Extracted data entries:
== Segment start ==

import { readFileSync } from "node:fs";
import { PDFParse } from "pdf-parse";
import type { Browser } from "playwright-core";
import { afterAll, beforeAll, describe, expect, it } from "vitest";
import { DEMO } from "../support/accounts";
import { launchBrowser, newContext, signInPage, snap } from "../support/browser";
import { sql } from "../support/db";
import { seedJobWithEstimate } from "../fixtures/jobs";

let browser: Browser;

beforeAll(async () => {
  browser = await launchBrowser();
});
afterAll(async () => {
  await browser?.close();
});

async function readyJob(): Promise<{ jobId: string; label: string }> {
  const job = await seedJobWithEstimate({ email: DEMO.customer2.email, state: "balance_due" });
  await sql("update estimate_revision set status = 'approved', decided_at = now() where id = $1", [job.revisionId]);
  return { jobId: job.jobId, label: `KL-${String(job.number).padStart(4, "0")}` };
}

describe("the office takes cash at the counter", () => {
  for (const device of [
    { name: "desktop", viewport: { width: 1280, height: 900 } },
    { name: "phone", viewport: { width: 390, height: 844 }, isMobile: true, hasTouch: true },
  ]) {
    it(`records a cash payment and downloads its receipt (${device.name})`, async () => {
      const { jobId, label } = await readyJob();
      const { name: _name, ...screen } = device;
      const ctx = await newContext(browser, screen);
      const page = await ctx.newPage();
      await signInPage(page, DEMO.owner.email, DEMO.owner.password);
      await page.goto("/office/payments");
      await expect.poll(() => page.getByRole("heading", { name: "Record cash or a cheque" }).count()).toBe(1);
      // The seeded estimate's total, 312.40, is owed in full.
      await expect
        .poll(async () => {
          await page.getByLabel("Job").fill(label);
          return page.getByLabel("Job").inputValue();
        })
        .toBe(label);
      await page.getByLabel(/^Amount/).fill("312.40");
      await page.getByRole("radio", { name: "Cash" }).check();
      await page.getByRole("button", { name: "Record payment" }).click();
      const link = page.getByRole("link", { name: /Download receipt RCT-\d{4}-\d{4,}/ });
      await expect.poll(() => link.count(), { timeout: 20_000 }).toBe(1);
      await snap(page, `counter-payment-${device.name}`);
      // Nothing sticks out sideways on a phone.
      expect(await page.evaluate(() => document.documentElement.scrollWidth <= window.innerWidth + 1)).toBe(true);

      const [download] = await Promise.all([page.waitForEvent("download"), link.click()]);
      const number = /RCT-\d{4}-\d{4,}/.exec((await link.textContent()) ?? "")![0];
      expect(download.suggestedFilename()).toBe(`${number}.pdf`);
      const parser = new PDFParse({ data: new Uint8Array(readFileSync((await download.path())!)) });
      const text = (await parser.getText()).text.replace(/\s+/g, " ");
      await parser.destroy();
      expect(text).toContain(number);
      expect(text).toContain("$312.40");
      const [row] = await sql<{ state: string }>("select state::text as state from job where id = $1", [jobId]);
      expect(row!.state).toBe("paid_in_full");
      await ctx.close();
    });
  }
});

== Segment end ==

Your instructions
Check each line of the records above, and copy those that hold the word "where".

Result of the exercise
  await sql("update estimate_revision set status = 'approved', decided_at = now() where id = $1", [job.revisionId]);
      const [row] = await sql<{ state: string }>("select state::text as state from job where id = $1", [jobId]);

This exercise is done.